» **ACTIVITY**
Below are some records. Return exactly the lines from the one containing "readonly value: string;" through the one containing "readonly margins: readonly SheetMargins[];", both included, and only those.

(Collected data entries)

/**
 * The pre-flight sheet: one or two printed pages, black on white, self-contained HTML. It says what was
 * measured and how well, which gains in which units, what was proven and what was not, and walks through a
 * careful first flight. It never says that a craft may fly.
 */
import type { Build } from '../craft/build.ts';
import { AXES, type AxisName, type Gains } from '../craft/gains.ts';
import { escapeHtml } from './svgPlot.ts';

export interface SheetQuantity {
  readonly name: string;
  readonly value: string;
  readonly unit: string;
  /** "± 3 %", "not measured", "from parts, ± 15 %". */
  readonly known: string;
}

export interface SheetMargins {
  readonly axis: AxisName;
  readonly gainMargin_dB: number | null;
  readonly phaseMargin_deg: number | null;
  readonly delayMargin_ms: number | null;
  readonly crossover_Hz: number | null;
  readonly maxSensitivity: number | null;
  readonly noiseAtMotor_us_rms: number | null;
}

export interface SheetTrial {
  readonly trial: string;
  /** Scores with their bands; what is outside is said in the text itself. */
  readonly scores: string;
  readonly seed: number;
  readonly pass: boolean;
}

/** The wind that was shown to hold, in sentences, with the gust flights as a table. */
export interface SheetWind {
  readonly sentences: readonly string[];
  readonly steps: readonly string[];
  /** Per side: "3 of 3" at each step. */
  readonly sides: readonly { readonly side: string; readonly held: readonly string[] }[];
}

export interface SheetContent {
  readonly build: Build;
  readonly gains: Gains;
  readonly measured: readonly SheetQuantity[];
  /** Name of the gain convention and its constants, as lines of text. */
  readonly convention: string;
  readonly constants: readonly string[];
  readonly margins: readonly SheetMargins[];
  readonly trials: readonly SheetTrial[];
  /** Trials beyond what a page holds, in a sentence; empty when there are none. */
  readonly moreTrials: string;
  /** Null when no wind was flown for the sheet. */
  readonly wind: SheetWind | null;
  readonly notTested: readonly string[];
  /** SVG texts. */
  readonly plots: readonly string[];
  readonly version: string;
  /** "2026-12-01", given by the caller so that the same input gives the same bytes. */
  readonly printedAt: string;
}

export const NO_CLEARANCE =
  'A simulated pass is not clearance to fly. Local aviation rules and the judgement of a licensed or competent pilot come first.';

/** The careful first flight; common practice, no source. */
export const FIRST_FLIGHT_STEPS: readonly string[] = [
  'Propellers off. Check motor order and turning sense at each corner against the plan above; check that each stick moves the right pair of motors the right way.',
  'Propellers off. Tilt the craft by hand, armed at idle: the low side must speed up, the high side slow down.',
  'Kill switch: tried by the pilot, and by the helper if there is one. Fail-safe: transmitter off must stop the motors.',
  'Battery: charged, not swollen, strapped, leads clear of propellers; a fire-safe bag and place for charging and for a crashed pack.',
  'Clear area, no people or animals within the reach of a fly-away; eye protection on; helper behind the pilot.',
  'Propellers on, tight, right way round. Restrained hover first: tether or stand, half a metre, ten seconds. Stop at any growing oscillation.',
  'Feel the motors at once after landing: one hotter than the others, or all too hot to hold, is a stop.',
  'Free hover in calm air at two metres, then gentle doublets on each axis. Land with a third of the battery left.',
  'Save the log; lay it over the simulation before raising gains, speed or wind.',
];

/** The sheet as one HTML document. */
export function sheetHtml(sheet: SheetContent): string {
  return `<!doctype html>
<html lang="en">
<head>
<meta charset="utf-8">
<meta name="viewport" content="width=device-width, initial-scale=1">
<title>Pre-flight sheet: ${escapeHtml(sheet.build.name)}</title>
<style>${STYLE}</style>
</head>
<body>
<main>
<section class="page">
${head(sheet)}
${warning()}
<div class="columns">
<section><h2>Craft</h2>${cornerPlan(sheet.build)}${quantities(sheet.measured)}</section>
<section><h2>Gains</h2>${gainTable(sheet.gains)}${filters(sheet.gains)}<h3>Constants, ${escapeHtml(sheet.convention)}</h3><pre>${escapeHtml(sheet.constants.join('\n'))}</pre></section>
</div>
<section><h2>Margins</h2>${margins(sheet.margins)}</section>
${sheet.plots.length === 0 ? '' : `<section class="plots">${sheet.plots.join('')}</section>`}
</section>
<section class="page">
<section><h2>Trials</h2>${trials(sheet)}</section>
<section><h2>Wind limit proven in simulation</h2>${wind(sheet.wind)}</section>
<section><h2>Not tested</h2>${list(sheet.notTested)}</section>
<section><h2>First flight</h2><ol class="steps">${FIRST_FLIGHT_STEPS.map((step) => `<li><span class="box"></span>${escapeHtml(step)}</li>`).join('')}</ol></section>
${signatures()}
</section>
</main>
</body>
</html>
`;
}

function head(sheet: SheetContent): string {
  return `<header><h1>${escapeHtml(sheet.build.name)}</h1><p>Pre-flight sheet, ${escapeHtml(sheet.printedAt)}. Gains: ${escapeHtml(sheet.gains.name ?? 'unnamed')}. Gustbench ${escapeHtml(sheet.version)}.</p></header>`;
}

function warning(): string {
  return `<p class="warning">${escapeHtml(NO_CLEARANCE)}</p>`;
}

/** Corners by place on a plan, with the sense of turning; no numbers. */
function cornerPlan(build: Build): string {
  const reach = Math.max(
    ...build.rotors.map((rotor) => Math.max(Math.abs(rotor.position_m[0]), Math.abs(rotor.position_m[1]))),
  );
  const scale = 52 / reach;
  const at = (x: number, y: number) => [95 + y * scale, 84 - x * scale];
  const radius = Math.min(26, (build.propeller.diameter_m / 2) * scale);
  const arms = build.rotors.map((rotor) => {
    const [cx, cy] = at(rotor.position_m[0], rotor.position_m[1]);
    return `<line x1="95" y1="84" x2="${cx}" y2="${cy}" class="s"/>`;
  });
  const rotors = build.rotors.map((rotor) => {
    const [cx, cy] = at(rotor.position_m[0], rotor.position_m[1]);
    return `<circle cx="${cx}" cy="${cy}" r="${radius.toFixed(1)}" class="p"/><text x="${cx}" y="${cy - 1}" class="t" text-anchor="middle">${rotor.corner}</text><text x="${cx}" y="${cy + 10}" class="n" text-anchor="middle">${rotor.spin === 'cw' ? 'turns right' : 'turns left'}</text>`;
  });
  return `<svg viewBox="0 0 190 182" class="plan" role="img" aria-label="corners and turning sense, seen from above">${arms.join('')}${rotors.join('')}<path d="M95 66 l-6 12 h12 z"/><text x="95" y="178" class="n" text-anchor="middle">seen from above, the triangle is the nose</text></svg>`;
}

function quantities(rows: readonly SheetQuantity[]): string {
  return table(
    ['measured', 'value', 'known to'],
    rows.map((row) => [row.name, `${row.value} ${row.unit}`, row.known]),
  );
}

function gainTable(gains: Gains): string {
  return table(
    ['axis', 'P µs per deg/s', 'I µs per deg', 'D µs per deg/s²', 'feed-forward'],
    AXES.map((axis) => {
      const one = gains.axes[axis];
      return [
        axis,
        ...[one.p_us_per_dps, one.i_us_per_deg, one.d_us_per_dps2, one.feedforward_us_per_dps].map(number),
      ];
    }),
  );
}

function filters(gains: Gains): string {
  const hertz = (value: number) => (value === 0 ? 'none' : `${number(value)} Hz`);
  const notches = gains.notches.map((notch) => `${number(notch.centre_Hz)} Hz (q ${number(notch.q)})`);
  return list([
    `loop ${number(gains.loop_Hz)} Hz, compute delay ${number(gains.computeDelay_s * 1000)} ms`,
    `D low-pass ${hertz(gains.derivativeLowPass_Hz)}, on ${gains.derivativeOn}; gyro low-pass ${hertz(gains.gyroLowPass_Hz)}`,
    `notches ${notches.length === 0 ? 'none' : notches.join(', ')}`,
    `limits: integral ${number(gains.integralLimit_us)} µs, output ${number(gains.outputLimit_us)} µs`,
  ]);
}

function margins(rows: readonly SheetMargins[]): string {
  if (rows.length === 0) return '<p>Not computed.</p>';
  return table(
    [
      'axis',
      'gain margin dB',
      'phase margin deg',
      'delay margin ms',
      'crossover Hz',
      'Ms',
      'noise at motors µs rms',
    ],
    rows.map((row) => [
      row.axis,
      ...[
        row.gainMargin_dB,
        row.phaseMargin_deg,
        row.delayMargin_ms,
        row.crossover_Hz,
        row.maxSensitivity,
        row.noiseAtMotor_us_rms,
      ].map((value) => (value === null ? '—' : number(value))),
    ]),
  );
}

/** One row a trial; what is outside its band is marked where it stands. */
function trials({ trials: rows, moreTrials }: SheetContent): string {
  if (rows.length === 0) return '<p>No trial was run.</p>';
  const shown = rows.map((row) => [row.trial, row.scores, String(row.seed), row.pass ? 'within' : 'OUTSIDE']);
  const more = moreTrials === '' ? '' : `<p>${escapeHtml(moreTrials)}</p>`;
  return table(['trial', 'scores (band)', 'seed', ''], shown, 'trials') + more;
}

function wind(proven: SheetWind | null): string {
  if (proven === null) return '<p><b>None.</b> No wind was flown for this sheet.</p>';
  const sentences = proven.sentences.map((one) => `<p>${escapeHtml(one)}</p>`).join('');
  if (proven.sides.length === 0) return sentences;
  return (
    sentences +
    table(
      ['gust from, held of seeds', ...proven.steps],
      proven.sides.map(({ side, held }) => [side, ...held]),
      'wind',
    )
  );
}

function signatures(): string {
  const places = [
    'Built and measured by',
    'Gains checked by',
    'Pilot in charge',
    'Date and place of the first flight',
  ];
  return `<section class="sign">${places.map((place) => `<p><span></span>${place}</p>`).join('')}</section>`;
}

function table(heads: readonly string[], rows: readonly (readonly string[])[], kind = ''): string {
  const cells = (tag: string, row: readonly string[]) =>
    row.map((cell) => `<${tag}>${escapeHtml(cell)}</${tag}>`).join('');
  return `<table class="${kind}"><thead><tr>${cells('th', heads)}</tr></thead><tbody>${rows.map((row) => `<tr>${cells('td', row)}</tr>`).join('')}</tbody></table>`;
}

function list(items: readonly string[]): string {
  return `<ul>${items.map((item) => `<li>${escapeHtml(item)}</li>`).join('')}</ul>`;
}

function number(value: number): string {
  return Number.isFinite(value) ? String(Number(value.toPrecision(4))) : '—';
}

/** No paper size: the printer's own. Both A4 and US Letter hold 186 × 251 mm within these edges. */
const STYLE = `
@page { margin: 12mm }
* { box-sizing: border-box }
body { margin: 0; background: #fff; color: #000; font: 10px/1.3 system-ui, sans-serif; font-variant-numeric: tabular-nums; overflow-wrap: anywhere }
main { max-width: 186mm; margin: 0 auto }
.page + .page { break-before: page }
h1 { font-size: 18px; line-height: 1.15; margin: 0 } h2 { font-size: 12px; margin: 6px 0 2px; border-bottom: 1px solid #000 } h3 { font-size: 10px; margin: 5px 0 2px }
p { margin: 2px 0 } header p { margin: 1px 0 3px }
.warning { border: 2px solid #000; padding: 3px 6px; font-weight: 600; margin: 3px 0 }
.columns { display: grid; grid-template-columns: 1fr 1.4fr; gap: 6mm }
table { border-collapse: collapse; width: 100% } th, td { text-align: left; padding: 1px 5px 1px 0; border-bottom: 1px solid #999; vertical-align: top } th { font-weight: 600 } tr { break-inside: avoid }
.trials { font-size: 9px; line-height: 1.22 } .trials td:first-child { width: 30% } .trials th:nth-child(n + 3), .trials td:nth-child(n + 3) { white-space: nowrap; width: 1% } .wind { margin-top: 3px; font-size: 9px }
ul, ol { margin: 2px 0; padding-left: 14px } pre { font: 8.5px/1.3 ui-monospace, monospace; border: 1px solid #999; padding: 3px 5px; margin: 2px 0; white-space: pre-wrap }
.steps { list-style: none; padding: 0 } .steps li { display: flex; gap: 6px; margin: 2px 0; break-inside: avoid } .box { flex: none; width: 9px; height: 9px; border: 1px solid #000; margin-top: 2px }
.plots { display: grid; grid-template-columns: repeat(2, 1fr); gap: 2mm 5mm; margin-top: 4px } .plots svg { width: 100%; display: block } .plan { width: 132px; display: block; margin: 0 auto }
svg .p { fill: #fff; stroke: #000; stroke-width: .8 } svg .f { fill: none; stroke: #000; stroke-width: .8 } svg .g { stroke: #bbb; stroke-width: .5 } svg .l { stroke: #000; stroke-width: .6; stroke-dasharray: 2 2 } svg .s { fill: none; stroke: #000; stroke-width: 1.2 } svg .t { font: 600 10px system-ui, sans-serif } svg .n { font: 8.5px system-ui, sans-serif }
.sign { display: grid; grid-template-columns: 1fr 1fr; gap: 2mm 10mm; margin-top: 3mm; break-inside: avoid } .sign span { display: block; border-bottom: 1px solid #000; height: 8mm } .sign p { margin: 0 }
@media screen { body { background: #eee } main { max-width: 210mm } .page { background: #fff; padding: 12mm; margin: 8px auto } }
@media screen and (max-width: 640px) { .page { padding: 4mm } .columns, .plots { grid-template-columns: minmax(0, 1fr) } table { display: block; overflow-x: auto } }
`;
---
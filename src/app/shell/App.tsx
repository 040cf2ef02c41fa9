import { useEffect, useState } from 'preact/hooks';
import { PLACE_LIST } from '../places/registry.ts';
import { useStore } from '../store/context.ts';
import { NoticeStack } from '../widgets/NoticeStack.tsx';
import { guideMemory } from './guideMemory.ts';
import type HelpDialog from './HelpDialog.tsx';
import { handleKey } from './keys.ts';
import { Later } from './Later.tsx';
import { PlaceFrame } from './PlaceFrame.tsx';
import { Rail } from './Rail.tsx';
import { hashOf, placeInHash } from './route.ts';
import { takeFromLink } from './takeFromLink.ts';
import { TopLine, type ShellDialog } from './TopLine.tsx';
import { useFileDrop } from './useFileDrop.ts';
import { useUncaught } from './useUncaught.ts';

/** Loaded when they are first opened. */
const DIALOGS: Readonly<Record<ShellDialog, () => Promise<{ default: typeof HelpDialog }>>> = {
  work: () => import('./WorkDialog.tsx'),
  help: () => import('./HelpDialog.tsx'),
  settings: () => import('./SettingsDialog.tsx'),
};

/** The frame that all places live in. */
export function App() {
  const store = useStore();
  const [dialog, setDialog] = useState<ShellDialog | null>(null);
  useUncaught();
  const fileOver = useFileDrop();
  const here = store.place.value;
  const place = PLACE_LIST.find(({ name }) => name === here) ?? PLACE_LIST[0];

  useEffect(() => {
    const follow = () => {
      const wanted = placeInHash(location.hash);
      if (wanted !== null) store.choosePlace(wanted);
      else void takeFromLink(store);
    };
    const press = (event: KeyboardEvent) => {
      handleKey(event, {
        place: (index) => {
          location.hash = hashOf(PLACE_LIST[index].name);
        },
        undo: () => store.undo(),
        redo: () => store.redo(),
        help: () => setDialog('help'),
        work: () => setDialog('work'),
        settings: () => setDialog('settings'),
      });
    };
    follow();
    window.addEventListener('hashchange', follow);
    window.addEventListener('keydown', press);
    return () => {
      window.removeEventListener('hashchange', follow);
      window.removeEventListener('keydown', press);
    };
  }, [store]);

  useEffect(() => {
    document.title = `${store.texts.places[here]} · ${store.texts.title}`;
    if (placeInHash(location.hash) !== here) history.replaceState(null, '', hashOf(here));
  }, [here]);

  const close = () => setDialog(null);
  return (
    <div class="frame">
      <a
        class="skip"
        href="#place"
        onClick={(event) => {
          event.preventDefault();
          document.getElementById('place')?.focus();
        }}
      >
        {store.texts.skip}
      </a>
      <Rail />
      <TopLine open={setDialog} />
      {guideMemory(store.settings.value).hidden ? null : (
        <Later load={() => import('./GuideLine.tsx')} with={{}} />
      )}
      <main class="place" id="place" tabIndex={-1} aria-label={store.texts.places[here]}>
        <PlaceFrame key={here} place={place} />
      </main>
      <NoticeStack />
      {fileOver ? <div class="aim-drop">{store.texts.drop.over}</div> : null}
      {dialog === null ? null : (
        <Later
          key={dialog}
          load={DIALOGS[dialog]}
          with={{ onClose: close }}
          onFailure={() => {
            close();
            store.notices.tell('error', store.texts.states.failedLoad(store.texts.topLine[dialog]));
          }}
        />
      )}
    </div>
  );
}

» **RESPONSE TO THE EXERCISE**
  readonly value: string;
  readonly unit: string;
  /** "± 3 %", "not measured", "from parts, ± 15 %". */
  readonly known: string;
}

export interface SheetMargins {
  readonly axis: AxisName;
  readonly gainMargin_dB: number | null;
  readonly phaseMargin_deg: number | null;
  readonly delayMargin_ms: number | null;
  readonly crossover_Hz: number | null;
  readonly maxSensitivity: number | null;
  readonly noiseAtMotor_us_rms: number | null;
}

export interface SheetTrial {
  readonly trial: string;
  /** Scores with their bands; what is outside is said in the text itself. */
  readonly scores: string;
  readonly seed: number;
  readonly pass: boolean;
}

/** The wind that was shown to hold, in sentences, with the gust flights as a table. */
export interface SheetWind {
  readonly sentences: readonly string[];
  readonly steps: readonly string[];
  /** Per side: "3 of 3" at each step. */
  readonly sides: readonly { readonly side: string; readonly held: readonly string[] }[];
}

export interface SheetContent {
  readonly build: Build;
  readonly gains: Gains;
  readonly measured: readonly SheetQuantity[];
  /** Name of the gain convention and its constants, as lines of text. */
  readonly convention: string;
  readonly constants: readonly string[];
  readonly margins: readonly SheetMargins[];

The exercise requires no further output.